It has been more than 40 years since President Gerald Ford signed into law mandatory provisions for handicapped children to receive an appropriate public education.
The basic requirements of the Individuals with Disabilities Education Act remain, including an emphasis on educating these children in the least restrictive environment alongside their non-handicapped peers.
However, this has not been working very well if you consider student achievement. In fact, the data suggest students with disabilities are failing miserably.
Students with disabilities represent a significant number of school-age students in New York State. In fact, the 2014-15 state report “Promoting Inclusion of Students with Disabilities” noted that the number of students identified with one of the 13 disability categories was approaching 421,000 students. This represents about 1 in 7 students.
The majority of students are classified with mild disabilities. Those categories include learning disabilities (36 percent), speech/language impairments (26 percent) and other health impairments (16 percent). The total of these mild categories represents 78 percent of all students with disabilities in New York. And with the overwhelming majority — close to 90 percent — of New York’s students with disabilities educated in general education classrooms for at least some part of their instructional day, their potential for learning is maximized.
So are these mildly disabled students, who are being educated in regular classrooms, learning what their non-handicapped peers are learning? The evidence says no. The most recent New York State report card confirms it.
In 2016, about 160,000 students with disabilities were given the English Language Arts (ELA) examination in third through eighth grades. The contrast, or gap, between students with disabilities and general education students was most alarming. Only 8 percent of students with disabilities were proficient in standards for their grade (scoring at Level 3 or 4, the top two levels). For Level 1 scores — well below proficient standards — the contrast was even more striking. Sixty-six percent of the students with disabilities tested at Level 1 while only 20 percent of the general education students scored in that bottom category.
The disparity for math was conspicuously close to that reported for ELA. Of students with disabilities, 11 percent of the test takers scored in either Level 3 or 4, versus 45 percent of general education students. The gap for Level 1 scores was also wide, as 65 percent of students with disabilities scored at that level, versus 23 percent of general education students.
Consequently, the possible relationship between students with disabilities achieving at low proficiency levels and their four-year graduation rate cannot be overlooked. The four-year graduation rate for students with disabilities in 2016 was a dismal 54 percent compared with 80 percent for all students.
Is there hope for improvement? That should be the goal. But rather than addressing the low achievement rates, the state Board of Regents recently decided to avoid this more important issue by choosing to make it easier for students with disabilities to graduate and receive exit diplomas. This is not the answer. A diploma by any name is meaningless unless it represents significant achievement.

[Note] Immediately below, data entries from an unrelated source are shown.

//! `bandwarden report`: summarise occupancy logs (see [`crate::output::summary`] for how they
//! are read and summed) as a table, CSV or JSON on standard output, and optionally a heat map.

use crate::cli::report::ReportFormat;
use crate::cli::ReportConfig;
use crate::measure::change::baseline::BaselineFile;
use crate::messages::{note, notes, sanitize};
use crate::output::picture::heatmap::{draw_heatmap, heatmap_title};
use crate::output::sink;
use crate::output::summary::change::{changes_json, changes_table, compare_logs};
use crate::output::summary::export::{to_csv, to_json};
use crate::output::summary::table::to_table;
use crate::output::summary::{LogSummary, Settings};
use anyhow::{bail, Context, Result};
use std::io::{BufReader, Write};
use std::process::ExitCode;

/// The logs at `paths` summed; `learn`: also learn the hour-of-week baseline of `--save-baseline`.
fn read_logs(paths: &[String], settings: Settings, learn: bool) -> Result<LogSummary> {
    let mut summary = LogSummary::new(settings);
    if learn {
        summary.baseline = Some(BaselineFile::default());
    }
    for path in paths {
        let shown = sanitize(path);
        let file = std::fs::File::open(path)
            .with_context(|| format!("cannot open the log '{shown}'; check the path"))?;
        summary
            .read(path, BufReader::new(file))
            .with_context(|| format!("cannot read the log '{shown}'"))?;
    }
    Ok(summary)
}

pub fn run(cfg: ReportConfig) -> Result<ExitCode> {
    let mut summary = match &cfg.db {
        Some(url) => {
            if let crate::store::DbUrl::Sqlite(path) = url {
                if !path.exists() {
                    bail!(
                        "no database at '{}'; check the path (collect --db or import make one)",
                        path.display()
                    );
                }
            }
            let mut db = crate::store::open(url)?;
            let floors = cfg.png.is_some();
            crate::store::read::summarise(db.as_mut(), cfg.settings.clone(), &url.shown(), floors)?
        }
        None => read_logs(&cfg.logs, cfg.settings.clone(), cfg.save_baseline.is_some())?,
    };
    let missing = cfg.settings.sites.missing(&summary.sites_seen);
    if !missing.is_empty() {
        bail!(
            "--site: no log holds the site(s) {}; the logs hold: {}",
            missing.join(", "),
            summary.sites_seen.join(", ")
        );
    }
    if summary.unplaced > 0 {
        summary.notes.push(format!(
            "{} records without clock times were left out: --from/--to place only records with times",
            summary.unplaced
        ));
    }
    if summary.channels.is_empty() {
        bail!(
            "no interval or emission records{} in {}; report reads the logs written by `bandwarden log` (JSON Lines or --csv)",
            if cfg.settings.from.is_some() || cfg.settings.to.is_some() { " within --from/--to" } else { "" },
            match &cfg.db {
                Some(url) => format!("the database {}", url.shown()),
                None => cfg.logs.iter().map(|l| format!("'{}'", sanitize(l))).collect::<Vec<_>>().join(", "),
            }
        );
    }
    let changes = if cfg.baseline_logs.is_empty() {
        None
    } else {
        let settings = Settings { from: None, to: None, ..cfg.settings.clone() };
        let base = read_logs(&cfg.baseline_logs, settings, false)?;
        if base.channels.is_empty() {
            bail!("--baseline-log: no interval or emission records in the baseline logs");
        }
        Some(compare_logs(&base, &summary, &cfg.thresholds))
    };
    let text = match (cfg.format, &changes) {
        (ReportFormat::Table, None) => to_table(&summary),
        (ReportFormat::Table, Some(c)) => {
            to_table(&summary) + &changes_table(c, &cfg.baseline_logs)
        }
        (ReportFormat::Csv, _) => to_csv(&summary),
        (ReportFormat::Json, c) => {
            let mut v = to_json(&summary);
            if let Some(c) = c {
                v["changes"] = changes_json(c);
            }
            format!("{v}\n")
        }
    };
    if cfg.format != ReportFormat::Table {
        notes(&summary.notes);
    }
    let mut out = sink::open("-", false, "report")?.out;
    out.write_all(text.as_bytes())?;
    out.flush()?;
    if let Some(png) = &cfg.png {
        let title = cfg.title.clone().unwrap_or_else(|| heatmap_title(&summary));
        let bytes = draw_heatmap(&summary, cfg.map, &title)?;
        let mut f = sink::open(png, false, "heat map")?.out;
        f.write_all(&bytes)?;
        f.flush()?;
        note(&format!("wrote {}", sanitize(png)));
    }
    if let (Some(path), Some(baseline)) = (&cfg.save_baseline, &summary.baseline) {
        let text = serde_json::to_string_pretty(baseline)?;
        let mut f = sink::open(path, false, "baseline")?.out;
        f.write_all(text.as_bytes())?;
        f.write_all(b"\n")?;
        f.flush()?;
        note(&format!("wrote the baseline {}", sanitize(path)));
    }
    Ok(ExitCode::SUCCESS)
}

Unless students with disabilities can meet the same achievement levels as their non-handicapped peers, they will have little chance, if any, of pursuing higher education opportunities and will be blocked from pursuing meaningful and sound career paths. Success of special education students should not be measured broadly by the diploma received but rather specifically by what students achieved.
Philip S. Cicero is a retired superintendent of schools and is an adjunct professor of education at Adelphi University.